Please also set the urgency and value labels for this ticket. Thanks!

/cc @junliume

krzysz00 commented 2 years ago

I'm afraid I left out some context. We call MIOpenDriver to test our tuning support and to make sure we can be called from MIOpen - the CI eventually runs https://github.com/ROCmSoftwarePlatform/llvm-project-mlir/blob/miopen-dialect/mlir/utils/jenkins/miopen-tests/miopen_validate.sh to call MIOpenDriver

mlir-miopen-driver is an unrelated tool that runs the code generation pipeline.
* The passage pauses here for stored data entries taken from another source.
import "server-only";
import { notFound, redirect } from "next/navigation";
import { cache } from "react";
import { getUserById, type SessionUser } from "@/db/queries/users";
import { getProjectAccess, type ProjectAccess } from "@/db/queries/projects";
import { can, type Action } from "./policy";
import { getSession } from "./session";

/**
 * The signed-in user, read fresh from the database so a removed account loses access at once.
 * Cached per server render: the layout and the page ask once between them.
 */
export const currentUser = cache(async (): Promise<SessionUser | null> => {
  const session = await getSession();
  if (!session.userId) return null;
  return getUserById({ id: session.userId });
});

const projectAccess = cache((userId: string, projectId: string) => getProjectAccess({ userId, projectId }));

/** For pages: the signed-in user, or a redirect to sign-in. */
export async function requireUser(): Promise<SessionUser> {
  const user = await currentUser();
  if (!user) redirect("/sign-in");
  return user;
}

export type AccessCheck =
  | { status: "ok"; access: ProjectAccess }
  | { status: "not_found" }
  | { status: "forbidden"; access: ProjectAccess };

/**
 * May this user take this action in this project? A project the user cannot see at all is
 * reported as not found, so its existence is not revealed.
 */
export async function checkProjectAccess(user: SessionUser, projectId: string, action: Action): Promise<AccessCheck> {
  const access = await projectAccess(user.id, projectId);
  if (!access || !can(user, access.role, "project.view")) return { status: "not_found" };
  if (!can(user, access.role, action)) return { status: "forbidden", access };
  return { status: "ok", access };
}

/**
 * For project pages: the user and their access, a 404 when the project is not theirs,
 * and `allowed: false` when their role may not do what the page does.
 */
export async function requireProjectPage(projectId: string, action: Action) {
  const user = await requireUser();
  const check = await checkProjectAccess(user, projectId, action);
  if (check.status === "not_found") notFound();
  return { user, access: check.access, allowed: check.status === "ok" };
}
atamazov commented 2 years ago

The quick solution could be like this: add to MIOpen an env var that enables logging of PerfConfigs in MLIR solvers. Use log level 4 (Warning). Logging should happen in GetSolution(). Use that var in your script. Recommended name for var: MIOPEN_DEBUG_CONV_MLIR_LOG_TUNING_CONFIGS. Please try and let me know if it works for you.

atamazov commented 2 years ago

@jerryyin

This is a usability ticket

I think this is about debugging.

jerryyin commented 2 years ago

The Driver is unaware of tuning, so this won't help. However exporting MIOPEN_LOG_LEVEL=6 (or even MIOPEN_LOG_LEVEL=5) is often enough to identify the failing TuningConfig.

Hmmm that's right, I just realized that perf_config is an MIOpen internal thing, and that MIOpenDriver only call MIOpen API like a standalone application.

I think this is about debugging.

Updated the ticket description.

...add to MIOpen an env var that enables logging of PerfConfigs in MLIR solvers...

This seems like a reasonable way to do it. Once it is done, I believe the behavior will be:

Since this isn't the highest priority thing, I am placing it in my back burner for now.

ppanchad-amd commented 5 months ago

@jerryyin Has this been resolved with latest ROCm 6.0.2 (HIP 6.0.32831)? Thanks!